The chapter reports a CI of roughly (0.000252, 0.001019) for the slope. The interval excludes zero (consistent with the small p-value), and its width tells you how precisely the slope is estimated.

Predict at a hypothetical spending level

The chapter discusses prediction at $14,000 per student.

new_data <- data.frame(spending_per_student = 14000)

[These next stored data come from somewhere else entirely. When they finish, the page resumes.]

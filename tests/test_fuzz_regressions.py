"""Findings of the stress harness (test_properties.py::test_stress_harness_...) and of the
cargo-fuzz targets (fuzz/), each pinned by a minimal reproducer.

Every finding here is fixed; each test keeps it fixed. A new finding goes in as a strict xfail
with a matching entry of KNOWN_BUGS (the exceptions the stress harness lets through until then),
and both come out with the fix. The one crash cargo fuzz found (local fits with a time window far
outside the track) is replayed by benches/fuzz.sh from fuzz/regressions/.
"""

from __future__ import annotations

import re
import warnings

import numpy as np
import osculate as osc
import pytest

# Random data in arbitrary units: the data checks may rightly call them suspect.
pytestmark = pytest.mark.filterwarnings("ignore::osculate.SuspectDataWarning")

T = np.arange(10.0)
X = np.column_stack([T, T**2, np.sin(T)])

# Exceptions the stress harness tolerates until the bugs below are fixed: Python's float()/int()
# conversions of option values, numpy's conversion of a ragged id list, and the overflow warning of
# Kinematics.summary_arrays. Everything else that is not InputError, TypeError or MemoryError fails
# the harness.
KNOWN_BUGS: tuple[tuple[type[BaseException], str], ...] = ()


def known_bug(exc: BaseException) -> bool:
    """Whether `exc` is one of the reported, not yet fixed, bugs listed in KNOWN_BUGS."""
    return any(type(exc) is kind and re.search(msg, str(exc)) for kind, msg in KNOWN_BUGS)


@pytest.mark.parametrize("order", [2.7, 4.0, "4", np.float64(2.0)])
def test_order_must_be_an_integer(order):
    # Like `degree` and `window`, `order` is an integer option: a float or a string is a TypeError
    # naming it (README: "raises osc.InputError ... naming the argument").
    with pytest.raises(TypeError, match=r"^order: "):
        osc.kinematics(T, X, order=order)


@pytest.mark.parametrize(
    "kw",
    [
        {"min_speed": "abc"},
        {"min_curvature": "1e-3x"},
        {"gap_factor": "x"},
        {"up": ["a", "b", "c"]},
        {"method": "smooth", "smoothing": "x"},
        {"method": "smooth", "noise": "x"},
        {"method": "local", "window_span": "x"},
    ],
    ids=lambda kw: next(iter(kw.keys() - {"method"})),
)
def test_non_numeric_option_is_a_type_error_naming_it(kw):
    # Observed: plain ValueError("could not convert string to float: 'abc'"), no argument named.
    name = next(iter(kw.keys() - {"method"}))
    with pytest.raises((TypeError, osc.InputError), match=rf"^{name}: "):
        osc.kinematics(T, X, **kw)


@pytest.mark.parametrize(
    "kw",
    [
        {"min_speed": 10**400},
        {"gap_factor": 10**400},
        {"order": 2**70},
        {"method": "smooth", "smoothing": 10**400},
    ],
    ids=lambda kw: next(iter(kw.keys() - {"method"})),
)
def test_huge_integer_option_is_an_input_error_naming_it(kw):
    # Observed: OverflowError("int too large to convert to float") / ("... to C long").
    name = next(iter(kw.keys() - {"method"}))
    with pytest.raises((TypeError, osc.InputError), match=rf"^{name}: "):
        osc.kinematics(T, X, **kw)


@pytest.mark.parametrize("nu", [-1, 2**70])
def test_path_derivative_order_out_of_range(nu):
    # nu = 9 already gives InputError("nu: must be 0, 1, 2 or 3"); -1 and 2**70 give OverflowError.
    path = osc.fit(T, X, method="spline")
    with pytest.raises(osc.InputError, match=r"nu: must be 0, 1, 2 or 3"):
        path([1.0], nu=nu)


def test_ragged_track_ids_are_an_input_error():
    ids = [[1], [1, 2]] + [[0]] * 8
    with pytest.raises(osc.InputError, match=r"^tracks: "):
        osc.kinematics(T, X, tracks=ids)


def test_summary_of_huge_coordinates_is_exact_and_silent():
    # Scaling space by 2^660 (~5e198) is exact, so every length-like summary figure scales by
    # exactly 2^660 (scaling of the Frenet apparatus, any differential geometry text) and nothing
    # overflows: |jerk| ~ 1e200 is far below the float range. Was: RuntimeWarning "overflow
    # encountered in square" from sqrt(sum(jerk**2)), and an infinite polyline length. The
    # thresholds are 0 because min_curvature is in the data's units (1e-6 would make the scaled
    # path STRAIGHT, by design). Tolerance: none.
    lam = 2.0**660
    kw = {"min_speed": 0.0, "min_curvature": 0.0}
    base = osc.kinematics(T, X, **kw).summary_arrays()
    with warnings.catch_warnings():
        warnings.simplefilter("error")
        # 1e199 m/s: the data check rightly calls the units implausible; nothing numerical warns.
        warnings.simplefilter("ignore", osc.SuspectDataWarning)
        big = osc.kinematics(T, X * lam, **kw).summary_arrays()
    for name in ("length", "max_speed", "max_accel_normal", "max_jerk_magnitude"):
        np.testing.assert_array_equal(big[name], base[name] * lam, err_msg=name)


@pytest.mark.parametrize("power", [-600, -300, 300, 600])
def test_frenet_apparatus_is_scale_covariant_over_the_exponent_range(power):
    # Scaling space by 2^p is exact and the apparatus is scale-covariant (any differential geometry
    # text): speed x 2^p, kappa and tau x 2^-p, T unchanged. Inputs and true outputs here are all
    # normal floats (|x| ~ 2^p * 1e2, kappa ~ 2^-p). Observed: |r' x r''|^2 and v^2 overflow or
    # underflow: at 2^300 kappa = inf with no flag, at 2^-300 and 2^500 a curved path is STRAIGHT
    # with kappa = 0, at 2^-600 every sample is STOPPED. Found with the property tests' exact
    # power-of-two scaling taken beyond its +-2^30 range. Tolerance: an overflow-safe evaluation
    # (prescaling by a power of two) reproduces the unscaled bits; 1e-13 relative allows another
    # correctly rounded evaluation order.
    lam = 2.0**power
    kw = {"min_speed": 0.0, "min_curvature": 0.0}
    base = osc.kinematics(T, X, **kw)
    big = osc.kinematics(T, X * lam, **kw)
    np.testing.assert_array_equal(big.flags, base.flags)
    np.testing.assert_allclose(big.speed / lam, base.speed, rtol=1e-13)
    np.testing.assert_allclose(big.curvature * lam, base.curvature, rtol=1e-13)
    np.testing.assert_allclose(big.torsion * lam, base.torsion, rtol=1e-13, atol=0)
    np.testing.assert_allclose(big.tangent, base.tangent, rtol=1e-13, atol=1e-15)


def test_up_direction_with_huge_components():
    # `up` is a direction; (1e308, 1e308, 1e308) is finite and points along (1, 1, 1). Observed:
    # InputError "up: must be a finite non-zero vector". Expected: the signed curvature about
    # (1, 1, 1), within the rounding of normalizing the axis (4 U relative, closed form of a/|a|).
    want = osc.kinematics(T, X, up=(1.0, 1.0, 1.0)).signed_curvature
    got = osc.kinematics(T, X, up=(1e308, 1e308, 1e308)).signed_curvature
    np.testing.assert_allclose(got, want, rtol=4 * np.finfo(float).eps, atol=0)


def test_unsigned_offsets_beyond_int64_are_named_as_given():
    # Observed: "offsets: must end at the number of rows 10, ends at -1" for 2**64 - 1.
    with pytest.raises(osc.InputError, match=r"18446744073709551615"):
        osc.kinematics(T, X, offsets=np.array([0, 2**64 - 1], dtype=np.uint64))


@pytest.mark.parametrize("where", [20.0, -20.0])
def test_local_fit_with_a_time_window_outside_the_track(where):
    # Found by the `fit` fuzz target: local::window_rows gives an empty row range for a query
    # farther than span/2 outside the track, and fit_at reads t[lo] (lo = n) or t[hi - 1] (hi = 0)
    # before checking the count: a panic, reported as RuntimeError "osculate internal error".
    # Documented (osculate.Path): "Outside a track's time range ... the end windows are used (local
    # fits)", as they are for window=5. Expected: the end window's cubic, exact on the quadratic
    # data, extrapolated: (where, where^2) (closed form). Tolerance: least-squares rounding
    # amplified by extrapolating ~3 window spans (1e-9 relative seen with window=5): rtol 1e-6.
    t = np.arange(10.0)
    xy = np.column_stack([t, t**2])
    path = osc.fit(t, xy, method="local", window_span=8.0, degree=3)
    np.testing.assert_allclose(path([where]), [[where, where**2]], rtol=1e-6)
    k = path.kinematics([where])
    np.testing.assert_allclose(k.velocity, [[1.0, 2 * where]], rtol=1e-6)


@pytest.mark.parametrize(
    "query",
    [np.complex128(1.0), "abc", None, True],
    ids=["complex", "str", "None", "bool"],
)
def test_path_scalar_query_is_checked_like_an_array(query):
    # Arrays of these dtypes are a TypeError "t: expected real numbers, got ..."; a scalar goes
    # through np.asarray([t], dtype=float) instead. Observed: ComplexWarning, ValueError, NaN for
    # None, 1.0 for True and for the datetime.
    path = osc.fit(T, X, method="spline")
    with warnings.catch_warnings():
        warnings.simplefilter("error")
        with pytest.raises(TypeError, match=r"^t: expected real numbers"):
            path(query)


def test_path_datetime_query_is_seconds_since_the_epoch():
    # Datetimes are times everywhere (seconds since 1970-01-01 UTC): a datetime query equals the
    # float query of its seconds (was: read as 1.0 by np.asarray([t], dtype=float)).
    path = osc.fit(T, X, method="spline")
    np.testing.assert_array_equal(path(np.datetime64(1, "s")), path(1.0))


def test_known_bug_filter_is_narrow():
    # The harness's tolerance list must not swallow the failures it exists to catch; with every
    # finding fixed it lets nothing through.
    assert not known_bug(RuntimeError("osculate internal error"))
    assert not known_bug(ValueError("positions: something else"))
    assert not known_bug(OverflowError("some other overflow"))
    assert not known_bug(ValueError("could not convert string to float: 'x'"))


def _slow_unit_kinematics(k_scale: float):
    # The `elements` fuzz target's slow unit (fuzz/regressions/elements/winding-spiral), as the
    # kernel received it: 4 samples 6 apart, a curvature ramp 0 -> -23.8 (times k_scale), positions
    # no such path passes near, a NaN time, se 0 then negative (unknown). A Kinematics of the
    # same shape carries it to the public elements_of.
    import dataclasses

    base = osc.kinematics(np.arange(4.0), np.column_stack([np.arange(4.0), np.zeros(4)]))
    return dataclasses.replace(
        base,
        t=np.array([np.nan, -31.125, -31.125, -31.125]),
        position=np.array(
            [[-31.125, -31.125], [-31.125, 41.875], [-7968.0, -31.125], [-31.76171875, -31.125]]
        ),
        arclength=np.array([0.0, 6.02, 12.08, 18.18]),
        signed_curvature=np.array([0.0, -7.98, -15.92, -23.82]) * k_scale,
        flags=np.array([0, 0, 0, 32], dtype=np.uint8),
        se={"signed_curvature": np.array([0.0, -7.98, -15.92, -23.82])},
        fit_info=None,
    )


def test_elements_of_a_curvature_diagram_the_samples_cannot_resolve():
    # Found by the `elements` fuzz target: one call took 15 s. The curvature diagram turns 217.8
    # rad (the trapezoids of |kappa| ds give 217.6) over 3 sample intervals; the chain fit then
    # wandered to spirals turning 1e10 rad. Expected: an InputError naming the argument and the
    # track (the kernel's Rust tests count that no chain is evaluated).
    from osculate.elements import elements_of

    k = _slow_unit_kinematics(1.0)
    with pytest.raises(osc.InputError, match=r"^curvature: track .*turns 2\.178e2 rad .* 3 sample"):
        elements_of(k, min_length=6.08215e-319, max_iterations=8)


def test_elements_fit_stays_within_what_the_samples_resolve():
    # The same unit with kappa / 100 (2.18 rad over 3 intervals): a fit with 6 residuals for 8
    # parameters. Was: a chain of two spirals 14.8 km long for 18 m of samples, turning 4e5 rad.
    # Expected (closed form of the bound): the returned chain turns at most pi per sample interval,
    # sum of |kappa| ds over the elements <= 3 pi (kappa linear on each: trapezoid, or the two
    # triangles either side of a sign change); the elements lie in the samples' arc-length span
    # and hold the 4 samples. Tolerance: none (the kernel checks the same closed form).
    from osculate.elements import elements_of

    el = elements_of(_slow_unit_kinematics(0.01), min_length=6.08215e-319, max_iterations=8)
    assert len(el) >= 1
    k0, k1, length = el.start_curvature, el.end_curvature, el.length
    same = k0 * k1 >= 0
    with np.errstate(divide="ignore", invalid="ignore"):
        apart = (k0**2 + k1**2) / np.abs(k1 - k0)
    turning = 0.5 * length * np.where(same, np.abs(k0) + np.abs(k1), apart)
    assert turning.sum() <= 3 * np.pi
    assert np.all((0.0 <= el.start_arclength) & (el.start_arclength <= el.end_arclength))
    assert np.all(el.end_arclength <= 18.18)
    assert el.samples.sum() == 4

predict(model, newdata = new_data, interval = "confidence", level = 0.95)
       fit      lwr      upr
1 280.5627 278.1167 283.0087

The chapter cites a predicted score of approximately 280.56 at $14,000 spending. The wider interval = "prediction" would give a band for an individual state’s expected score at that spending level (always wider than the confidence band for the mean).

Residual diagnostics

A regression’s coefficient estimates can be dead right while its inference (standard errors, p-values, CIs) is misleading if the residual assumptions are violated. Run the standard diagnostic plots:

par(mfrow = c(2, 2))
plot(model)
par(mfrow = c(1, 1))
Figure 26.2: Standard four-panel residual diagnostic. Look for random scatter in the residuals-vs-fitted plot, a roughly straight QQ line, no trumpeting in the scale-location plot, and no points far from zero in the leverage plot.

What you want to see:

  1. Residuals vs Fitted — random scatter around zero. A curve suggests nonlinearity; a fan shape suggests heteroscedasticity.
  2. Normal QQ — points along the line. Strong departures suggest the residuals are not normal.
  3. Scale-Location — flat trend line. A rising trend suggests heteroscedasticity.
  4. Residuals vs Leverage — no points outside the dashed Cook’s-distance lines. Points outside have undue influence on the fit.

Try it yourself

  1. Try a different predictor. Fit lm(avg_score ~ pct_poverty, data = education). Compare the slope, R², and p-value to the spending model. Which predictor explains more variation in NAEP scores?
  2. Both predictors at once. Multiple regression preview: fit lm(avg_score ~ spending_per_student + pct_poverty, data = education). What happens to the spending coefficient once poverty is in the model? (This is the lurking-variable problem Chapter 11 dives into.)